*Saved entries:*
--------------------------------

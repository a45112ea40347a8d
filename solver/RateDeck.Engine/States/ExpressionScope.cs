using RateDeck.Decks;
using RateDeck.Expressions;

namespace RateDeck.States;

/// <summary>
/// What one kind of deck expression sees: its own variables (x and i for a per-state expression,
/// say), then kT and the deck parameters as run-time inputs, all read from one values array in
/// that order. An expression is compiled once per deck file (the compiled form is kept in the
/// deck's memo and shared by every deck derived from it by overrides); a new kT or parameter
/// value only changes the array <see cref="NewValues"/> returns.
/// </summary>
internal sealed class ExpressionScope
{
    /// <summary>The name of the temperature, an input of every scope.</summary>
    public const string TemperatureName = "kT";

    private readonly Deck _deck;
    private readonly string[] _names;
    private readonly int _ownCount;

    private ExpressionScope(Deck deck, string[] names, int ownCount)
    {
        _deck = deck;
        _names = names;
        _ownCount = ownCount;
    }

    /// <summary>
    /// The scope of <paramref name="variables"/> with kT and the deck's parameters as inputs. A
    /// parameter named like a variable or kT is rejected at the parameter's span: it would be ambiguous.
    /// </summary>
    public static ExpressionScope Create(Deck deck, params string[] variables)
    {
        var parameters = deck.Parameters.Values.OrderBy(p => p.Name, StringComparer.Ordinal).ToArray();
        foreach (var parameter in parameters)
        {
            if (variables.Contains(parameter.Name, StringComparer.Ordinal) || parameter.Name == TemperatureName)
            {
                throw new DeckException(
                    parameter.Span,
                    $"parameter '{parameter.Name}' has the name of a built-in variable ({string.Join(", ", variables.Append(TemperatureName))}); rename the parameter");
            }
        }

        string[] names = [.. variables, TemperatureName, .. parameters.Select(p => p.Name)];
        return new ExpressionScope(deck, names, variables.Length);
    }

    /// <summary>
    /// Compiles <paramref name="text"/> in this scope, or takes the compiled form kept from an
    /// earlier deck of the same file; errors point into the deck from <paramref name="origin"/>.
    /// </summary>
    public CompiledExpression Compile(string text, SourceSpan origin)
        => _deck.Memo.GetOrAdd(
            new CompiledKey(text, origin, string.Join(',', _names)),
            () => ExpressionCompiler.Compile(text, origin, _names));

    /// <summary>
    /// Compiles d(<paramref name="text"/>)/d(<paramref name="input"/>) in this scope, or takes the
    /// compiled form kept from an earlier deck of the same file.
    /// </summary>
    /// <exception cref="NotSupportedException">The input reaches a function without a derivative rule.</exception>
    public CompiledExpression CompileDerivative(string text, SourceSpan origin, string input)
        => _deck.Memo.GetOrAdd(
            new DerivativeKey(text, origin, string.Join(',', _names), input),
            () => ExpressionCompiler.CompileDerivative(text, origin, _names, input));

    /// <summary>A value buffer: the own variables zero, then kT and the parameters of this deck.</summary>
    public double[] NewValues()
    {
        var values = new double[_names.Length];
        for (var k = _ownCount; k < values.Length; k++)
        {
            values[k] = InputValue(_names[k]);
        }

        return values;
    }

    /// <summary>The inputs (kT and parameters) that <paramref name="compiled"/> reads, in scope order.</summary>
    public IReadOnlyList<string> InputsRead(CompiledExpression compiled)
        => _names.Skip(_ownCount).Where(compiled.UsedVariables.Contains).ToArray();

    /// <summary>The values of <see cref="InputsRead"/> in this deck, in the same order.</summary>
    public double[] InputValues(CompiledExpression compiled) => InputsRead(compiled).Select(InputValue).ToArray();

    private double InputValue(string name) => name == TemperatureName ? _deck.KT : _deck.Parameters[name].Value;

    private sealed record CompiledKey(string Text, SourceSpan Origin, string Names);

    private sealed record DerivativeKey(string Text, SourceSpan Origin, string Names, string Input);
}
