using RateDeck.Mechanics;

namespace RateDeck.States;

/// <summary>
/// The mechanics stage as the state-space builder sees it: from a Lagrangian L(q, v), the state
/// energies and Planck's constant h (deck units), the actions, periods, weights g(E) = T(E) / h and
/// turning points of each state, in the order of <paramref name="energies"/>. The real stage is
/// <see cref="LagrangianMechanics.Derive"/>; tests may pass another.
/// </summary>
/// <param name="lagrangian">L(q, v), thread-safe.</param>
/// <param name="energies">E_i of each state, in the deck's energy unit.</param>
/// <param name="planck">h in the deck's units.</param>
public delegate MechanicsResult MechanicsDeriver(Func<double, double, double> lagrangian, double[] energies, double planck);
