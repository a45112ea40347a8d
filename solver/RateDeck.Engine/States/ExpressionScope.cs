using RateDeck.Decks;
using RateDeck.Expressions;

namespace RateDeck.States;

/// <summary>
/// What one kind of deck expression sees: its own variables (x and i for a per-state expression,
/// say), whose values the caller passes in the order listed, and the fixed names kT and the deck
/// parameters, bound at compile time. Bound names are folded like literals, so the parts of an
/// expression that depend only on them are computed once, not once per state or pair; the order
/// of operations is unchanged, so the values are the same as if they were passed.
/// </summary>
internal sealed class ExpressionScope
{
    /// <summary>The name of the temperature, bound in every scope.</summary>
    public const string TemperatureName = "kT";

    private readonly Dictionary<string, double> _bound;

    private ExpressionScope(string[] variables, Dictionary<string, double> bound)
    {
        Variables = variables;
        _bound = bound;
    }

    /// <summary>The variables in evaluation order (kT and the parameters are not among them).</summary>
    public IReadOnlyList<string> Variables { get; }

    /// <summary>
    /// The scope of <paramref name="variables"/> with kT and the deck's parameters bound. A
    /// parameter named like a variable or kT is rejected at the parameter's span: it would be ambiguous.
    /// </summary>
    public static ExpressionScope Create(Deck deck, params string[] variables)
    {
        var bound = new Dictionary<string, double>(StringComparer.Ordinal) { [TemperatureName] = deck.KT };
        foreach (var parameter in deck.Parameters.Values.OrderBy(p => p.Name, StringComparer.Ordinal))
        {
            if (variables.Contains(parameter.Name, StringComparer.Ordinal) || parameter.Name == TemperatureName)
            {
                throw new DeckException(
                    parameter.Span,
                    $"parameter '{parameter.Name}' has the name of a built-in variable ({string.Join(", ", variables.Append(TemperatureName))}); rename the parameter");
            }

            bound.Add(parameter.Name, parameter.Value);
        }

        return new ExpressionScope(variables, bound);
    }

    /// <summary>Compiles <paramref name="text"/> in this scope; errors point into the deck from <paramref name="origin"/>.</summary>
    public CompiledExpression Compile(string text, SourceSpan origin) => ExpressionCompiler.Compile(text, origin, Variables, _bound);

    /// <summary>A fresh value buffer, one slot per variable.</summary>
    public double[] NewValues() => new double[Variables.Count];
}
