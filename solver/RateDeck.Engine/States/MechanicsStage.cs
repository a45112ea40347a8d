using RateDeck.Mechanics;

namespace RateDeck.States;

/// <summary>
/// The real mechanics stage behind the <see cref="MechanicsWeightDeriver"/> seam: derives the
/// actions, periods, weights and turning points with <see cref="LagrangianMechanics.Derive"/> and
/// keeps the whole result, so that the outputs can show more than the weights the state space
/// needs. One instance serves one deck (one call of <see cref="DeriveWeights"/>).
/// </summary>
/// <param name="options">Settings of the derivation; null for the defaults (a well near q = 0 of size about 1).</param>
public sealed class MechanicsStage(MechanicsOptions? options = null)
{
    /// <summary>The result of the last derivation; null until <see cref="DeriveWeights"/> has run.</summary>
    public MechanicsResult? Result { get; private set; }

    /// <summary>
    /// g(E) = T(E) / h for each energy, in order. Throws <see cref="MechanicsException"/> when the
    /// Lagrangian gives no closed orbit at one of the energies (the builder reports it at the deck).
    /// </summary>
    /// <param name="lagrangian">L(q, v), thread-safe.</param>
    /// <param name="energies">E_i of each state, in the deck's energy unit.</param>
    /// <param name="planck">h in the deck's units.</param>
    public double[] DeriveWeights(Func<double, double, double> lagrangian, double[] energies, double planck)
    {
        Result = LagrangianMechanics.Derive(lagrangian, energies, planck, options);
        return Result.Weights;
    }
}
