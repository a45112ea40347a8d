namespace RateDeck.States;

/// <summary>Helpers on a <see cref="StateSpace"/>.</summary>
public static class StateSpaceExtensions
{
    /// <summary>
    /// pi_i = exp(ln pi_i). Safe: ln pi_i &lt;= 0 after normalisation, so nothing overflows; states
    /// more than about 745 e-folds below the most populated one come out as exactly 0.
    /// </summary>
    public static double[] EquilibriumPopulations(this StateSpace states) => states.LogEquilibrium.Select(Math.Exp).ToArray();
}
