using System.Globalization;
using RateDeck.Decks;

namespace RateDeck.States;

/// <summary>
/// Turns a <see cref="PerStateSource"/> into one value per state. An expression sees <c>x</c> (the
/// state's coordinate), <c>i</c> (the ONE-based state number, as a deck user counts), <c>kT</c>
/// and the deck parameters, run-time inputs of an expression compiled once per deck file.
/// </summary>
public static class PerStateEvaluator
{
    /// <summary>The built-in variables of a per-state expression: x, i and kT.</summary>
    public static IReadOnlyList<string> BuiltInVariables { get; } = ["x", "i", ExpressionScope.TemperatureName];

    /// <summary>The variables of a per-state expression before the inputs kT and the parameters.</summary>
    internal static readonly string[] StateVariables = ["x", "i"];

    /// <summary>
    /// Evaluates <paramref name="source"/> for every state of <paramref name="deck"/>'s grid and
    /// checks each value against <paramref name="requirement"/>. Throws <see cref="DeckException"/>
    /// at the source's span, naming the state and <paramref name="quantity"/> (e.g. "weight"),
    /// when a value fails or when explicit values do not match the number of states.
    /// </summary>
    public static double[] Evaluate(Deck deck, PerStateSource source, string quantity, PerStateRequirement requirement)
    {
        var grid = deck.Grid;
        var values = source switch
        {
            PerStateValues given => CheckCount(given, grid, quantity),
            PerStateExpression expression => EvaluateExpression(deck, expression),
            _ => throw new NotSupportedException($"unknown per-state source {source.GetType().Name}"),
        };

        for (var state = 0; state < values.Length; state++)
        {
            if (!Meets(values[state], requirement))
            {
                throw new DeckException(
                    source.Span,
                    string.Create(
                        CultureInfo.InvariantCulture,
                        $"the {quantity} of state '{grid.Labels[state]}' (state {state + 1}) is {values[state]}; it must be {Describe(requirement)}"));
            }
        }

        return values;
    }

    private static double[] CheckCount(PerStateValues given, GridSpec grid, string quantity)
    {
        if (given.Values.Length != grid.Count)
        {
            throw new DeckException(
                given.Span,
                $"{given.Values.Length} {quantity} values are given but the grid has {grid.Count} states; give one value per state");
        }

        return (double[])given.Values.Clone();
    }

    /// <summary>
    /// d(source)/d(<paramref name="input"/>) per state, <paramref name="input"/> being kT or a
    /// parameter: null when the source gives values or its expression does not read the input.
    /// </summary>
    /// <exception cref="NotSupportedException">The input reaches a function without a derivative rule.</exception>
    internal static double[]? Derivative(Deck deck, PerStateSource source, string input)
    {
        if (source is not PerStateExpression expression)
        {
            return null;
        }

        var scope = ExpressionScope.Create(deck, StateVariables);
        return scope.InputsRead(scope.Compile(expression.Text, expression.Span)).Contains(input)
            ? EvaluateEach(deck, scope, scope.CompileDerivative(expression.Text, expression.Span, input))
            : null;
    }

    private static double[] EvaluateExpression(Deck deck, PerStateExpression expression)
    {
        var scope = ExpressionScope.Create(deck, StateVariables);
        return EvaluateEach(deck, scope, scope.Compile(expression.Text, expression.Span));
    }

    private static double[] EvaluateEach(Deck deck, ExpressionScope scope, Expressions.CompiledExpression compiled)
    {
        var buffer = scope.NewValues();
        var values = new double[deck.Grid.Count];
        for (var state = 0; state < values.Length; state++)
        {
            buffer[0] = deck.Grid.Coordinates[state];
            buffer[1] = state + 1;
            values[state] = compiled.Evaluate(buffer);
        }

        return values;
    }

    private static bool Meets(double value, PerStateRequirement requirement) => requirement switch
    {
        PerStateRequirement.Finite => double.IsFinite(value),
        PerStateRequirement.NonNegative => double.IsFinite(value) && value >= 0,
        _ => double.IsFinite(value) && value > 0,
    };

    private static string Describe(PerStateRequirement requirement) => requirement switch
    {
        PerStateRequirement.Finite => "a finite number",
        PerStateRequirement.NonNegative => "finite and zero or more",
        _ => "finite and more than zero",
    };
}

--------------------------------

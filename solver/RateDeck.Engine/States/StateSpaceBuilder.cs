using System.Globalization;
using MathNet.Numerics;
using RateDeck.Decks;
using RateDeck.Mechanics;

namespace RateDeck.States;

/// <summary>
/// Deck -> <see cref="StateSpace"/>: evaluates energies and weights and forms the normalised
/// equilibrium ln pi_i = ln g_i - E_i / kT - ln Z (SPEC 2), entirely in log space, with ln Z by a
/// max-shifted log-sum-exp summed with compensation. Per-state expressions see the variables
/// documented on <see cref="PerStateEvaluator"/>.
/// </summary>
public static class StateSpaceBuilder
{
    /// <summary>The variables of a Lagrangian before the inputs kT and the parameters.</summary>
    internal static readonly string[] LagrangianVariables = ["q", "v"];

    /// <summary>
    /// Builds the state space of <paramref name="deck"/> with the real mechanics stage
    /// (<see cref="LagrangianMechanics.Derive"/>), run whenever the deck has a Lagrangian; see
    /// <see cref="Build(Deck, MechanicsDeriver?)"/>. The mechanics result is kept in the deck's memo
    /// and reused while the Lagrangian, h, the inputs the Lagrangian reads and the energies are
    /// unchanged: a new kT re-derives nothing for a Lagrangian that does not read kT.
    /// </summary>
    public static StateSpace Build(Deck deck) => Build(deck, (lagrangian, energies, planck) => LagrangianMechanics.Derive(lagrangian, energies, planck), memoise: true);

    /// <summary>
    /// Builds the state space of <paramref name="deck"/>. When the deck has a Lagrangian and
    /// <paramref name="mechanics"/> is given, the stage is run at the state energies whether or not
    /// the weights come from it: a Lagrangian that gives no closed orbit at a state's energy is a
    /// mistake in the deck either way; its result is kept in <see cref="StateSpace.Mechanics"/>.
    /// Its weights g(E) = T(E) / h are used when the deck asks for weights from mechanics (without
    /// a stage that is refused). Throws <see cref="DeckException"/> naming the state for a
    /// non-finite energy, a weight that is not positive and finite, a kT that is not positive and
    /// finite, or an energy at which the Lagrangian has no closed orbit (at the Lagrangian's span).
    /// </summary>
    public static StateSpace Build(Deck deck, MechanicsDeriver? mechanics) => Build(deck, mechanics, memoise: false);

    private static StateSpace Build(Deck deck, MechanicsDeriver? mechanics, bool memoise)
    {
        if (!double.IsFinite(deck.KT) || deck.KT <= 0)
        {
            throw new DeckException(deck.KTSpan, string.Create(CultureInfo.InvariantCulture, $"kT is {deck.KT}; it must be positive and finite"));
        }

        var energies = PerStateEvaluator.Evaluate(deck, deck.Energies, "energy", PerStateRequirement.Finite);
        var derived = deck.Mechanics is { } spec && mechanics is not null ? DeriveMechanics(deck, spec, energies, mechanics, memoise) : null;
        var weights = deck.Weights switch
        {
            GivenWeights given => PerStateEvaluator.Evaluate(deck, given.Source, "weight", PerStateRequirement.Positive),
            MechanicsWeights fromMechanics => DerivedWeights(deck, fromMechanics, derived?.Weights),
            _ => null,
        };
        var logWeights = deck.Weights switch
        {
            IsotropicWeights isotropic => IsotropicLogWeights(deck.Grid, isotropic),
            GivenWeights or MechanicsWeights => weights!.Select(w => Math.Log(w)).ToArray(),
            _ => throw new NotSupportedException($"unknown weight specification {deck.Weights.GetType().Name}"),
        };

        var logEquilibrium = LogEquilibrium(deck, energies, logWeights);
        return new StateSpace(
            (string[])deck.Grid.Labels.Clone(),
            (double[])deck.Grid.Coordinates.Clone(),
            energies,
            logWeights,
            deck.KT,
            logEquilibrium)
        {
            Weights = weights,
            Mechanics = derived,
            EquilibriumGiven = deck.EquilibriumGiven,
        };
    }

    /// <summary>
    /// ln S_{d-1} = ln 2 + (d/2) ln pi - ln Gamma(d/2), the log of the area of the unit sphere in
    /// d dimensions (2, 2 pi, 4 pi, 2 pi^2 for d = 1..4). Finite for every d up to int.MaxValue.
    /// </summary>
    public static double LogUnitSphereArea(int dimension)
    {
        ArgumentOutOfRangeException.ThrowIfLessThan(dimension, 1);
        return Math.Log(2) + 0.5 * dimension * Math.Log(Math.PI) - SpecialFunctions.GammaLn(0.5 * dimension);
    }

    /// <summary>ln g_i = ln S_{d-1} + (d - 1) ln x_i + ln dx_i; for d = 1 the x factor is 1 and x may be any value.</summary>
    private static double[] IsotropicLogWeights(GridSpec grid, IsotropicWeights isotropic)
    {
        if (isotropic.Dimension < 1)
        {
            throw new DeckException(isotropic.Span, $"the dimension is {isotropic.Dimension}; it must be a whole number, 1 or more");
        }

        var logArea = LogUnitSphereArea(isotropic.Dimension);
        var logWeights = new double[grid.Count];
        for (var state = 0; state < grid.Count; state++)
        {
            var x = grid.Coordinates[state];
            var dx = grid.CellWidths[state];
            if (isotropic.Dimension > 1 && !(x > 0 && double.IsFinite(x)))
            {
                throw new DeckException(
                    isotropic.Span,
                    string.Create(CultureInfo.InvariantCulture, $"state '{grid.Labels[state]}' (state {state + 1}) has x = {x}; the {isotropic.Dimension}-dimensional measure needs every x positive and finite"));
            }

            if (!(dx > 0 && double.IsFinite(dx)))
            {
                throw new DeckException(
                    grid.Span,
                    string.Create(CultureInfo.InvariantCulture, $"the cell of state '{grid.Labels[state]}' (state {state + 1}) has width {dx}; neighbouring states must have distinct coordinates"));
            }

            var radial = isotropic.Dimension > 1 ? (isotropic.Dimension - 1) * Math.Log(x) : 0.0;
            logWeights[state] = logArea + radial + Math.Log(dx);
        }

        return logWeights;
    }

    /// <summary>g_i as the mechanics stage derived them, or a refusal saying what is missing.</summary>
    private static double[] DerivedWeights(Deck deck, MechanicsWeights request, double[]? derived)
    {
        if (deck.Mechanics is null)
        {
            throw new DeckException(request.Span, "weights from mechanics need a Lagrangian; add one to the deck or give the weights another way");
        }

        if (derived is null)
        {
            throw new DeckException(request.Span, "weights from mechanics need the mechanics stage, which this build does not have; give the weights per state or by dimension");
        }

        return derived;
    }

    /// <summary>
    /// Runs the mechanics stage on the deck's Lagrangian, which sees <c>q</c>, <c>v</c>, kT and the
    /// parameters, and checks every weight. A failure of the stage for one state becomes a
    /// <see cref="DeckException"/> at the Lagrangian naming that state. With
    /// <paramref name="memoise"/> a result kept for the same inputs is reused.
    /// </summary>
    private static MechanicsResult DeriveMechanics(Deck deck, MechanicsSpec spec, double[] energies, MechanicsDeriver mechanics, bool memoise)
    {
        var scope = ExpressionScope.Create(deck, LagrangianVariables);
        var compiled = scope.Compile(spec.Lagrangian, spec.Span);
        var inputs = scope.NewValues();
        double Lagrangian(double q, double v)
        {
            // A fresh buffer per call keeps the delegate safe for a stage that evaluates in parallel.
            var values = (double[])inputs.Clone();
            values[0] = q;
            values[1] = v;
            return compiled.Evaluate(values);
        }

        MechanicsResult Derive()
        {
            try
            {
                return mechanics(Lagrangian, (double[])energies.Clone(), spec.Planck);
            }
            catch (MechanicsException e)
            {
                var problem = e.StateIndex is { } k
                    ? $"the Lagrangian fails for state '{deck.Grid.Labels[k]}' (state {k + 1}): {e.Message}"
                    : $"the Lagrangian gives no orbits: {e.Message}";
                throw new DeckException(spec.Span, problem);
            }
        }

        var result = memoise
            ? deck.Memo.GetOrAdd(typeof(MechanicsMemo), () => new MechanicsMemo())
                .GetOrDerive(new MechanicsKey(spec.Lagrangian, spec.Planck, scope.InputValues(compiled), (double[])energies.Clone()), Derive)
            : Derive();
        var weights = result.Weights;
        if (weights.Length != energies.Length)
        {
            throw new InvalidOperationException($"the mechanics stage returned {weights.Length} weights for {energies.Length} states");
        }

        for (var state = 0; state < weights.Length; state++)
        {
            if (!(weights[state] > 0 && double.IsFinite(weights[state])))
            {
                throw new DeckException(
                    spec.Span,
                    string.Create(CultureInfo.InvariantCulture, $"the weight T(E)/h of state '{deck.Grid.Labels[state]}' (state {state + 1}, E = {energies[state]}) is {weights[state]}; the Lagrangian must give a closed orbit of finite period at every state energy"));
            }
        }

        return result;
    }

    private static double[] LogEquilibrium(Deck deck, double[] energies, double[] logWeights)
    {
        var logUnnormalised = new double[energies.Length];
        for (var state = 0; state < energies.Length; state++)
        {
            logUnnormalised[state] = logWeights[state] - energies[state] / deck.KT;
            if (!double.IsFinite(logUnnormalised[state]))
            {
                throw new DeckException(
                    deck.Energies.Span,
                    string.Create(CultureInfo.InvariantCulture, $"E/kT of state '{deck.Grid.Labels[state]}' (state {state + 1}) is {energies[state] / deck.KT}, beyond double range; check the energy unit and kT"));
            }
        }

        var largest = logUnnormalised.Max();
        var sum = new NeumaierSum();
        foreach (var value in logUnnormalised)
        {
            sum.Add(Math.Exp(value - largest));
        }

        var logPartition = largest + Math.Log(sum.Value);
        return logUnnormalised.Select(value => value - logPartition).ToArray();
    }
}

--------------------------------

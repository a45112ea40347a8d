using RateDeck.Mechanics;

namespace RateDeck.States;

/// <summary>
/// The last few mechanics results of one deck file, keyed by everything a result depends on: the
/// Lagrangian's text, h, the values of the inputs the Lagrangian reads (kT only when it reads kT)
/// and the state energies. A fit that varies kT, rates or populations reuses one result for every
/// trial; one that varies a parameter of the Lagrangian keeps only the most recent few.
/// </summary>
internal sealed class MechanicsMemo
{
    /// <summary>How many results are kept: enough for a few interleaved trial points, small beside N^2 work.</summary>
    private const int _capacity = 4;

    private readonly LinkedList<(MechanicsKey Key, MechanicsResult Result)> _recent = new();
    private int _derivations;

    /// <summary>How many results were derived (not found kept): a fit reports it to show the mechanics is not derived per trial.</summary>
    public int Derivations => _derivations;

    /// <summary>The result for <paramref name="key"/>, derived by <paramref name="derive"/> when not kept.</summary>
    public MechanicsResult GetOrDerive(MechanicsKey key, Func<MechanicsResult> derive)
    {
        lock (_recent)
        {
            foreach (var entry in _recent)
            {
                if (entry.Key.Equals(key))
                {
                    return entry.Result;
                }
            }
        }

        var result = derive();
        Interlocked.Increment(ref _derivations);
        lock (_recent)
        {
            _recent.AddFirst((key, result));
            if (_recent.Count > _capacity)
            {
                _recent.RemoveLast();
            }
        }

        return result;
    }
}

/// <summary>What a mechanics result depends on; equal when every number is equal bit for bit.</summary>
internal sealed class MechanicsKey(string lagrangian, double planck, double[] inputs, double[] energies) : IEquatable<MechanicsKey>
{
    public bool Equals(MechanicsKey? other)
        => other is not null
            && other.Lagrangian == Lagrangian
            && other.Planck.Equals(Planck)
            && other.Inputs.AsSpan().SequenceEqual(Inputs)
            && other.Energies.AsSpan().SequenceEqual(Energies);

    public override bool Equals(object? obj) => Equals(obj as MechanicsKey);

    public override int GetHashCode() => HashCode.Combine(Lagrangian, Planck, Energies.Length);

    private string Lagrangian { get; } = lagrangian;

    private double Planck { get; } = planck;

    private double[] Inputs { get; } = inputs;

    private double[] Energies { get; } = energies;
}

--------------------------------

*WHAT THE EXERCISE ASKS:* List every line from the entries above in which "results" appears.

*SOLVED EXERCISE:*
/// The last few mechanics results of one deck file, keyed by everything a result depends on: the
    /// <summary>How many results are kept: enough for a few interleaved trial points, small beside N^2 work.</summary>
    /// <summary>How many results were derived (not found kept): a fit reports it to show the mechanics is not derived per trial.</summary>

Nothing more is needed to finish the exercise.